What does the job market look like for paralegals?
The job market looks pretty good for paralegals. We are one of those above-average salaries. KCC, when they do their evaluation, they look into the regular salaries and the higher pay salaries, and we fall into the higher-pay category, and the pay actually depends on the law firm, and it depends on whether it’s private or public, for instance, some of our paralegals go to the attorney general office, which is a state department, or they go to the judiciary, which is the salaries, are set by, usually contract. Hold on a second, I’m in front of my computer, I can check those out. I think for most of those jobs they are in the mid-40s. Private law firms can vary.
For legal assistants, [in government jobs] salaries in a range between 44k and 55k. So that’s a salary range. That depends how you can negotiate it, your experiences, you know, that type of thing.
What would you say to someone who is considering a career in law?

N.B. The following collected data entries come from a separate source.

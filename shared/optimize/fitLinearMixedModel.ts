/**
 * Fits a linear mixed model with one grouping factor by minimizing the
 * profiled deviance over θ alone (shared/stats/mixedModelDeviance; Bates et
 * al., J. Stat. Softw. 67(1), 2015, §3), REML or ML, with Nelder–Mead
 * (shared/optimize/nelderMead). β and σ² never enter the search: they are
 * profiled out in closed form at every θ.
 *
 * The search starts at T = I (random effects as large as the residual, in the
 * units the caller chose; lme4 starts there too) and lets T's diagonal take
 * either sign, since the deviance depends on T only through TTᵀ and |Lθ|; the
 * estimates report the positive-diagonal factor. A variance that should be 0
 * (a singular fit) shows as a diagonal of T near 0, where the deviance is flat
 * to first order: the search then stops on f's tolerance, and the variance is
 * reported as found (small), not forced to 0.
 *
 * AIC = −2ℓ + 2k with k = p + (entries of θ) + 1 (β, Ψ, σ²), for either
 * likelihood, as R's nlme counts it. Compare AICs only between ML fits, or
 * between REML fits with the same fixed effects.
 */
import type { MixedModelData } from '../stats/mixedModelData';
import {
  mixedModelEstimates,
  profiledDeviance,
  thetaLength,
  type CovarianceStructure,
  type LikelihoodKind,
  type MixedModelEstimates,
} from '../stats/mixedModelDeviance';
import { nelderMead } from './nelderMead';

/** A fitted linear mixed model. */
export interface LinearMixedModelFit extends MixedModelEstimates {
  kind: LikelihoodKind;
  structure: CovarianceStructure;
  /** θ at the minimum (T's entries column by column). */
  theta: number[];
  /** −2ℓ + 2k, k = fixed effects + entries of θ + 1. */
  aic: number;
  /** Observations (after any absorbed block contrasts) and groups. */
  observations: number;
  groups: number;
  /** Deviance evaluations the search took, and whether it met its tolerance. */
  evaluations: number;
  converged: boolean;
}

/**
 * Fits the model by REML or ML.
 * @param data - cross-products from `mixedModelData`
 * @param kind - "REML" (variance components) or "ML" (likelihoods comparable across fixed effects)
 * @param structure - Ψ unstructured or diagonal
 * @param start - θ to start from (default T = I); a REML fit's θ is a good start for ML
 * @returns the fit, or null when no θ gives a positive-definite system (X rank deficient, or an exact fit)
 * @example
 * fitLinearMixedModel(mixedModelData(groups), 'REML', 'unstructured')?.fixed // β̂
 */
export function fitLinearMixedModel(
  data: MixedModelData,
  kind: LikelihoodKind,
  structure: CovarianceStructure,
  start?: readonly number[],
): LinearMixedModelFit | null {
  const size = thetaLength(data.q, structure);
  const initial =
    start !== undefined && start.length === size ? [...start] : identityTheta(data.q, structure);
  const deviance = (theta: number[]) => profiledDeviance(data, theta, structure, kind);
  // The deviance grows with n; its rounding does too, so the tolerance is relative to it.
  const scale = Math.max(1, Math.abs(deviance(initial)));
  const search = nelderMead(deviance, initial, {
    functionTolerance: 1e-12 * scale,
    pointTolerance: 1e-5,
  });
  const estimates = mixedModelEstimates(data, search.x, structure, kind);
  if (estimates === null) return null;
  const k = data.p + size + 1;
  return {
    ...estimates,
    kind,
    structure,
    theta: search.x,
    aic: -2 * estimates.logLikelihood + 2 * k,
    observations: data.n,
    groups: data.groups.length,
    evaluations: search.evaluations,
    converged: search.converged,
  };
}

function identityTheta(q: number, structure: CovarianceStructure): number[] {
  if (structure === 'diagonal') return new Array<number>(q).fill(1);
  const theta: number[] = [];
  for (let j = 0; j < q; j++) for (let i = j; i < q; i++) theta.push(i === j ? 1 : 0);
  return theta;
}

It’s just good for people to know all about these resources, even if that field is not for them. Sometimes we get people who are in psychology or they’re in political science and they want to go onto law school, and that’s fine, but you have to get your bachelor’s degree first, right? It also would make sense [to take law courses] while you’re here, and the courses are still inexpensive compared to Mānoa or UH West Oʻahu prices, and say, ‘Do I really like this area? Or was it just kind of thinking I might like this area?’ So they can get a better grip if this is the right field for them.
What kind of skills are needed to thrive as a paralegal?
You should like to write and have decent writing skills. … So, if you don’t like to write, this may be not the field for you. But if you do like to write, but ‘I don’t really know what this legal writing is about,’ don’t worry because that’s part of our training.
You should also be somebody who is good at time management, I think all students in college need to learn time management, and that’s the kind of skills that would work in a law firm. Because law firms often bill their clients by the fraction of an hour.
You also need to have a firm belief in ethics [and] … paying attention to detail. A lot of doing law work [requires practitioners] to be patient, paying attention to detail, make sure you’ve done all of your research, you haven’t just cut it short. I think our students with those capabilities do very well.
What are the best and worst aspects of being a paralegal?
People don’t always realize it, but law is a helping profession. It’s like social workers, it’s like psychologists in that people bring you an issue and you’re trying to help them solve it. … Students love it when they can use their legal knowledge to help their client. They feel empowered, they feel powerful, they feel satisfied, they feel good about themselves. [However,] if you have a paralegal degree that does not entitle you to practice law and give legal advice without working for an attorney. So that said, within that scope, that [help] can [still] feel very empowering, very powerful. They’re helping.
Worst things are working at a law firm where the lawyer doesn’t respect the degree, and instead of using paralegals for all of the things we train them to do, they give them something very dull to do, like make Xerox. … Students may get a little bored and then go looking for a job where they can be appreciated.